» What to work on
Find the lines in the records below that contain "greatest", and report each of them.

_ _ _ _ _ _ _

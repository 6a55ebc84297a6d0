import { readFileSync } from "node:fs";
import { join } from "node:path";
import { SHIPPED } from "./program.js";

type Files = Readonly<Record<string, string | Uint8Array | null>>;

/** One kind of bad input: what is typed after the command, the files it needs, and what the message must say. */
export interface BadInput {
  readonly name: string;
  readonly args: readonly string[];
  readonly files?: Files;
  /** The commands it is tried in. */
  readonly commands?: readonly string[];
  /** The place, the fault and what is allowed, each of which the message names. */
  readonly says: readonly RegExp[];
}

const [HEADER, ...ROWS] = readFileSync(join(SHIPPED, "w-shapes.csv"), "utf8").trimEnd().split("\n");
const rowOf = (name: string): string => ROWS.find((row) => row.startsWith(`${name},`)) ?? "";
const BEAM = rowOf("W36X160");
/** The row of a beam with one cell put in place of its own. */
const withCell = (column: string, cell: string): string =>
  BEAM.split(",")
    .map((own, place) => (HEADER.split(",")[place] === column ? cell : own))
    .join(",");
const list = (...rows: readonly string[]): string => `${[HEADER, ...rows].join("\n")}\n`;

const Q = ["--span", "60", "--width", "33"];
const STRINGERS = ["lightest", "counts"];
const SPAN_ONLY = ["lightest", "loads"];
const allowed = /allowed: /;
const SPAN = /--span: .*allowed: a length from 5 to 300 ft/;

const bridge = (content: unknown): Files => ({ "lane.json": typeof content === "string" ? content : JSON.stringify(content) });
const FILE = ["--bridge", "lane.json"];
const YARD = ["--sections", "yard.csv"];

/** The commands in turn, for a kind of slip that stands here several times over. */
const inTurn = (place: number): readonly string[] => [STRINGERS[place % STRINGERS.length]];

/** Slips so common that every command is tried with them; the rarer ones go through the same reading. */
const COMMON = ["negative", "zero", "huge", "infinite", "NaN", "text", "metric"];

/** A span that cannot be, as a flag. */
const spans: readonly BadInput[] = (
  [
    ["negative", "-60", /"-60"/],
    ["zero", "0", /"0"/],
    ["huge", "1e6", /"1e6"/],
    ["infinite", "1e999", /"1e999"/],
    ["NaN", "NaN", /"NaN"/],
    ["Infinity in words", "Infinity", /"Infinity"/],
    ["text", "sixty", /"sixty"/],
    ["empty", "", /""/],
    ["metric", "18m", /"18m" is metric; the same in our unit is 59\.055 ft/],
    ["metric with a comma", "18,3 m", /"18,3 m" is metric; .* 60\.039 ft/],
    ["hexadecimal", "0x3c", /"0x3c"/],
    ["two numbers", "60 62", /"60 62"/],
  ] as const
).map(([name, text, says]) => ({
  name: `a span that is ${name}`,
  args: ["--span", text],
  commands: COMMON.includes(name) ? SPAN_ONLY : ["lightest"],
  says: [SPAN, says],
}));

const figures: readonly BadInput[] = (
  [
    ["width", "--width", "-33", /--width: "-33".*10 to 200 ft/],
    ["width", "--width", "1e999", /--width: .*10 to 200 ft/],
    ["width", "--width", "10m", /--width: "10m" is metric.*32\.808 ft/],
    ["count", "--count", "1", /--count: 1; allowed: a whole number from 2 to 60/],
    ["count", "--count", "4.5", /--count: 4\.5; allowed: a whole number/],
    ["count", "--count", "four", /--count: "four"; allowed: a whole number/],
    ["count", "--count", "1e999", /--count: .*; allowed: a whole number/],
    ["spacing", "--spacing", "0", /--spacing: "0".*0\.5 to 20 ft/],
    ["spacing", "--spacing", "NaN", /--spacing: "NaN".*0\.5 to 20 ft/],
    ["spacing", "--spacing", "2.4m", /--spacing: "2.4m" is metric; .*7\.874 ft/],
    ["yield stress", "--fy", "500", /--fy: 500; allowed: a number from 20 to 70 ksi/],
    ["yield stress", "--fy", "345MPa", /--fy: "345MPa"; allowed: a number from 20 to 70 ksi/],
    ["yield stress", "--fy", "1e999", /--fy: .*allowed: a number from 20 to 70 ksi/],
    ["dead load", "--dead", "-1", /--dead: -1; allowed: a number from 0 to 20 kip\/ft/],
    ["dead load", "--dead", "heavy", /--dead: "heavy"; allowed: a number from 0 to 20 kip\/ft/],
    ["greatest depth", "--max-depth", "900mm", /--max-depth: "900mm" is metric; .*35\.433 in/],
    ["greatest depth", "--max-depth", "0", /--max-depth: "0".*3 to 80 in/],
    ["grade", "--grade", "55", /--grade: "55".*allowed: 36, 50, 50W/],
    ["grade", "--grade", "A36", /--grade: "A36" \(did you mean 36\?\)/],
  ] as const
).map(([what, flag, text, says], place) => ({
  name: `a ${what} of ${text}`,
  args: flag === "--width" ? ["--span", "60", flag, text] : [...Q, flag, text],
  commands: inTurn(place),
  says: [says],
}));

_ _ _ _ _ _ _

» Answer to the problem
    ["greatest depth", "--max-depth", "900mm", /--max-depth: "900mm" is metric; .*35\.433 in/],
    ["greatest depth", "--max-depth", "0", /--max-depth: "0".*3 to 80 in/],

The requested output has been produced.